---------- Supplied records ----------

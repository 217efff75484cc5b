"""A digital elevation model read lazily, block by block, from a raster file.

:class:`Dem` samples ground elevation at map points by bilinear interpolation
between pixel centres. It decodes only the internal blocks (tiles or strips)
of the raster that the points need and keeps them decoded, so a long section
line across a large DEM reads a few dozen blocks, and moving the line nearby
reads few or none again.
"""

from __future__ import annotations

import contextlib
import os
from collections import OrderedDict
from pathlib import Path
from typing import Self

import numpy as np
import pyproj
import rasterio
from rasterio._err import CPLE_BaseError
from rasterio.errors import RasterioError, RasterioIOError
from rasterio.windows import Window

from .._messages import Warn
from .._messages import default_warn as _default_warn
from ..crs import same_crs, transformer
from ..errors import DEMError
from ..settings import VERTICAL_UNITS

# Strips wider than this are cached in pieces of this many columns, so that a
# line crossing a strip-organised raster keeps only the parts it needs.
_MAX_BLOCK_WIDTH = 1024
_PIECE_WIDTH = 512
# Rasters with at most this many cache blocks keep a block -> slot lookup array (4 bytes each).
_MAX_LOOKUP = 1 << 22


# The elevation units a raster may name (GDAL unit type or CRS axis), as settings.VERTICAL_UNITS.
_UNIT_NAMES = {
    **dict.fromkeys(("m", "metre", "meter", "metres", "meters"), "metre"),
    **dict.fromkeys(("ft", "foot", "feet", "international foot", "intl foot"), "foot"),
    **dict.fromkeys(("us-ft", "us ft", "ftus", "us survey foot", "us-foot", "survey foot",
                     "foot us", "us foot"), "us-foot"),
}

_PLURAL = {"metre": "metres", "foot": "feet", "us-foot": "US survey feet"}


class Closing:
    """Its own context manager: leaving a ``with`` block calls ``close()``.

    For the values that hold an open file (:class:`Dem`, and what holds a Dem).
    """

    def close(self) -> None:  # pragma: no cover - each subclass closes its own
        raise NotImplementedError

    def __enter__(self) -> Self:
        return self

    def __exit__(self, *exc) -> None:
        self.close()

----------

## Problem details
Make an exact copy of every line in the data.

## Task result
repository 217efff75484cc5b
"""A digital elevation model read lazily, block by block, from a raster file.

:class:`Dem` samples ground elevation at map points by bilinear interpolation
between pixel centres. It decodes only the internal blocks (tiles or strips)
of the raster that the points need and keeps them decoded, so a long section
line across a large DEM reads a few dozen blocks, and moving the line nearby
reads few or none again.
"""

from __future__ import annotations

import contextlib
import os
from collections import OrderedDict
from pathlib import Path
from typing import Self

import numpy as np
import pyproj
import rasterio
from rasterio._err import CPLE_BaseError
from rasterio.errors import RasterioError, RasterioIOError
from rasterio.windows import Window

from .._messages import Warn
from .._messages import default_warn as _default_warn
from ..crs import same_crs, transformer
from ..errors import DEMError
from ..settings import VERTICAL_UNITS

# Strips wider than this are cached in pieces of this many columns, so that a
# line crossing a strip-organised raster keeps only the parts it needs.
_MAX_BLOCK_WIDTH = 1024
_PIECE_WIDTH = 512
# Rasters with at most this many cache blocks keep a block -> slot lookup array (4 bytes each).
_MAX_LOOKUP = 1 << 22


# The elevation units a raster may name (GDAL unit type or CRS axis), as settings.VERTICAL_UNITS.
_UNIT_NAMES = {
    **dict.fromkeys(("m", "metre", "meter", "metres", "meters"), "metre"),
    **dict.fromkeys(("ft", "foot", "feet", "international foot", "intl foot"), "foot"),
    **dict.fromkeys(("us-ft", "us ft", "ftus", "us survey foot", "us-foot", "survey foot",
                     "foot us", "us foot"), "us-foot"),
}

_PLURAL = {"metre": "metres", "foot": "feet", "us-foot": "US survey feet"}


class Closing:
    """Its own context manager: leaving a ``with`` block calls ``close()``.

    For the values that hold an open file (:class:`Dem`, and what holds a Dem).
    """

    def close(self) -> None:  # pragma: no cover - each subclass closes its own
        raise NotImplementedError

    def __enter__(self) -> Self:
        return self

    def __exit__(self, *exc) -> None:
        self.close()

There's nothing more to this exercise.